Iris nodded. She bent and kissed his forehead, quick and light, and then she was gone.
Lawrence stayed. He pulled his chair closer and sat with his elbows on his knees and his chin in his hands.
"How are you going to keep them out next time?"
Rowan told him about the goblin wards and the gold and what he thought it would take to make it happen. Lawrence listened.

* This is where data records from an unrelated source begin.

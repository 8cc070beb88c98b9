// SPDX-License-Identifier: GPL-3.0-or-later
#include "core/session/line_protocol.h"

#include "core/files/sha256.h"

#include <cmath>
#include <nlohmann/json.hpp>
#include <optional>

namespace whichway {
namespace {

using Json = nlohmann::ordered_json;

/// A line longer than this is not one of ours.
constexpr std::size_t kLongestLine = 64 * 1024;

std::string lineOf(const Json& json) {
    return json.dump(-1, ' ', false, Json::error_handler_t::replace);
}

Error badLine(const std::string& message, const std::string& remedy = "") {
    return {.code = "line.bad", .place = {}, .message = message, .remedy = remedy};
}

std::string refused(const Error& error) {
    return lineOf({{"type", "refused"}, {"code", error.code}, {"reason", describe(error)}});
}

/// The object of a line, with a text "type" and none of the fields that its type does not know.
Result<Json> objectOf(std::string_view line) {
    if (line.size() > kLongestLine)
        return badLine("The line is longer than 64 KiB.");
    Json json = Json::parse(line, nullptr, false);
    if (json.is_discarded())
        return badLine("The line is no JSON.", "Send one JSON object a line.");
    if (!json.is_object() || !json.contains("type") || !json["type"].is_string())
        return badLine("The line is no object with a text \"type\".");
    return json;
}

Result<void> onlyFields(const Json& json, std::initializer_list<const char*> known) {
    for (const auto& [key, value] : json.items()) {
        bool found = key == "type";
        for (const char* name : known)
            found = found || key == name;
        if (!found)
            return badLine("“" + key + "” is not a field of “" + json["type"].get<std::string>() + "”.");
    }
    return {};
}

Result<GivenAnswer> answerOf(const Json& json, int onStage, int levels) {
    if (auto fields = onlyFields(json, {"choice", "confidence", "trial", "response_time", "replays"});
        !fields)
        return fields.error();
    GivenAnswer given;
    if (json.contains("trial")) {
        if (!json["trial"].is_number_integer())
            return badLine("\"trial\" is no whole number.");
        if (json["trial"].get<long long>() != onStage)
            return badLine("Trial " + json["trial"].dump() + " is not on the stage.");
    }
    if (!json.contains("choice") || !json["choice"].is_string())
        return badLine("The answer has no \"choice\".", "It is \"left\", \"right\" or \"cannot tell\".");
    const std::string choice = json["choice"].get<std::string>();
    if (choice == "cannot tell") {
        if (json.contains("confidence"))
            return badLine("\"cannot tell\" goes without a confidence.");
    } else if (choice == "left" || choice == "right") {
        if (!json.contains("confidence") || !json["confidence"].is_number_integer())
            return badLine("The answer has no whole number \"confidence\".",
                           "It is 1 to " + std::to_string(levels) + ".");
        const auto confidence = json["confidence"].get<long long>();
        if (confidence < 1 || confidence > levels)
            return badLine("Confidence " + std::to_string(confidence) + " is not one of 1 to " +
                           std::to_string(levels) + ".");
        given.answer = static_cast<int>(choice == "left" ? confidence : -confidence);
    } else {
        return badLine("“" + choice + "” is no choice.", "It is \"left\", \"right\" or \"cannot tell\".");
    }
    if (json.contains("response_time")) {
        if (!json["response_time"].is_number())
            return badLine("\"response_time\" is no number.");
        given.responseTime = json["response_time"].get<double>();
        if (!(given.responseTime >= 0 && given.responseTime < 86400))
            return badLine("\"response_time\" is not between 0 and 86400 s.");
    }
    if (json.contains("replays")) {
        if (!json["replays"].is_number_unsigned() || json["replays"].get<std::uint64_t>() > 10000)
            return badLine("\"replays\" is no count.");
        given.replays = json["replays"].get<int>();
    }
    return given;
}

} // namespace

LineSession::LineSession(Conductor& conductor, bool resumed) : conductor_(conductor), resumed_(resumed) {}

bool LineSession::ended() const {
    return conductor_.prompt().kind == PromptKind::Ended;
}

bool LineSession::mayProceed() const {
    switch (conductor_.prompt().kind) {
    case PromptKind::Trial:
    case PromptKind::Paused:
    case PromptKind::Ended:
        return false;
    default:
        return true;
    }
}

std::string LineSession::savedLine() const {
    const AnsweredTrial& last = conductor_.state().answers.back();
    const std::string text =
        std::to_string(last.trial) + " " + last.left + " " + last.right + " " + std::to_string(last.answer);
    return lineOf({{"type", "saved"}, {"trial", last.trial}, {"digest", sha256(text)}});
}

std::vector<std::string> LineSession::promptLines() {
    const Prompt prompt = conductor_.prompt();
    switch (prompt.kind) {
    case PromptKind::Instruction:
        if (prompt.page == 0)
            return {};
        return {lineOf({{"type", "instruction"},
                        {"page", prompt.page},
                        {"pages", prompt.pages},
                        {"text", prompt.text}})};
    case PromptKind::PracticeEnds:
        return {lineOf({{"type", "instruction"},
                        {"page", prompt.pages + 1},
                        {"pages", prompt.pages + 1},
                        {"text", prompt.text}})};
    case PromptKind::Trial: {
        static constexpr const char* kKinds[] = {"practice", "main",  "held-out",
                                                 "repeat",   "catch", "identical"};
        const Protocol& protocol = conductor_.state().began.protocol;
        return {lineOf({{"type", prompt.trialKind == TrialKind::Practice ? "practice" : "pair"},
                        {"trial", prompt.trial},
                        {"kind", kKinds[static_cast<int>(prompt.trialKind)]},
                        {"left", prompt.left},
                        {"right", prompt.right},
                        {"question", conductor_.texts().question},
                        {"confidence", conductor_.texts().confidence},
                        {"cannot_tell", protocol.cannotTell},
                        {"done", prompt.done},
                        {"total", prompt.total}})};
    }
    case PromptKind::Break:
        return {lineOf({{"type", "break"}, {"text", prompt.text}})};
    case PromptKind::Paused:
        return {lineOf({{"type", "paused"}})};
    case PromptKind::WaitingForPlan:
        return {lineOf({{"type", "waiting"}})};
    case PromptKind::Ended:
        return {
            lineOf({{"type", "finished"},
                    {"how", conductor_.state().ended->how == SessionEnd::Finished ? "finished" : "stopped"},
                    {"text", prompt.text},
                    {"answers", prompt.done}})};
    case PromptKind::Saved:
        return {};
    }
    return {};
}

std::vector<std::string> LineSession::start() {
    std::vector<std::string> lines;
    if (resumed_ && !conductor_.state().answers.empty())
        lines.push_back(savedLine());
    for (std::string& line : promptLines())
        lines.push_back(std::move(line));
    return lines;
}

std::vector<std::string> LineSession::proceed() {
    if (!mayProceed())
        return {};
    const bool waited = conductor_.prompt().kind == PromptKind::WaitingForPlan;
    if (auto went = conductor_.next(); !went)
        return {refused(went.error())};
    if (waited && conductor_.prompt().kind == PromptKind::WaitingForPlan)
        return {};
    return promptLines();
}

std::vector<std::string> LineSession::handle(std::string_view line) {
    if (line.find_first_not_of(" \t\r") == std::string_view::npos)
        return {};
    auto json = objectOf(line);
    if (!json)
        return {refused(json.error())};
    const std::string type = (*json)["type"].get<std::string>();
    const auto replyTo = [&](const Result<void>& done, std::vector<std::string> lines) {
        return done ? lines : std::vector<std::string>{refused(done.error())};
    };

    if (type == "answer") {
        const Prompt prompt = conductor_.prompt();
        if (prompt.kind != PromptKind::Trial)
            return {refused(badLine("No pair is on the stage."))};
        auto given = answerOf(*json, prompt.trial, conductor_.state().began.protocol.levels);
        if (!given)
            return {refused(given.error())};
        if (auto answered = conductor_.answer(*given); !answered)
            return {refused(answered.error())};
        return {savedLine()};
    }
    if (type == "note") {
        if (auto fields = onlyFields(*json, {"text"}); !fields)
            return {refused(fields.error())};
        if (!json->contains("text") || !(*json)["text"].is_string())
            return {refused(badLine("The note has no \"text\"."))};
        return replyTo(conductor_.note((*json)["text"].get<std::string>()), {lineOf({{"type", "noted"}})});
    }
    if (auto fields = onlyFields(*json, {}); !fields)
        return {refused(fields.error())};
    if (type == "undo") {
        const int trial = conductor_.state().answers.empty() ? 0 : conductor_.state().answers.back().trial;
        if (auto undone = conductor_.undo(); !undone)
            return {refused(undone.error())};
        std::vector<std::string> lines = {lineOf({{"type", "undone"}, {"trial", trial}})};
        for (std::string& prompt : promptLines())
            lines.push_back(std::move(prompt));
        return lines;
    }
    if (type == "pause")
        return replyTo(conductor_.pause("participant"), {lineOf({{"type", "paused"}})});
    if (type == "go on") {
        if (auto went = conductor_.goOn(); !went)
            return {refused(went.error())};
        return promptLines();
    }
    if (type == "stop") {
        if (auto stopped = conductor_.stop("participant"); !stopped)
            return {refused(stopped.error())};
        return promptLines();
    }
    return {refused(badLine("“" + type + "” is not a type of line.",
                            "The types are answer, undo, pause, go on, note and stop."))};
}

} // namespace whichway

When Rowan finished, Lawrence leaned back and looked at the ceiling. The fierceness had spent itself, leaving behind a tired boy who missed his mother and wanted the world to stop hurting the people he cared about.
"I'm glad you came out," Rowan said. Quieter. "I would have died without you."
Lawrence didn't say anything. He didn't need to.
They sat with it for a while. The rain against the window. The quiet of the corridor.
"We should sleep," Lawrence said. "Long few weeks ahead."
"Yeah." Rowan watched him settle deeper into the chair. "Lawrence."
"Mm."
"Thank you."
Lawrence didn't open his eyes. But the corner of his mouth moved, just slightly, and within minutes his breathing deepened. He slept in the chair beside Rowan's bed, his hands resting in his lap. They were still. They did not shake.
Rowan watched him sleep. The rain continued against the window, steady and grey. In a room down the corridor, Clara's hands trembled against hospital sheets. Somewhere beyond the hospital walls, the remains of the Crucible sat behind sealed wards on Carkitt Market, waiting.
He would rebuild. He would make the wards unbreakable and the walls stronger and the next people who came would find something very different waiting behind the door.
But first he would let Lawrence sleep. And he would lie here in the white room and listen to the rain and hold in his memory the warmth of Iris's hand and Lawrence's fierceness and Clara's message, delivered through her son's shaking voice.
Tell him not to stop.
He wouldn't.
Outside, the rain softened. Inside, the Occlumency held steady, the walls doing what they'd been built to do. And in the room behind the walls, in the open space where he'd promised himself he wouldn't lock things away, Athena's absence sat like a chair left empty at a table set for two.
He would deal with it. Later, when the world gave him room to breathe, he would sit in that open space and feel what needed feeling. But for now the walls held, and the plans formed, and the boy who had learned to feel things let the part of himself that couldn't afford to feel take the wheel.
It was the most dangerous thing about him. The ability to choose when to be human.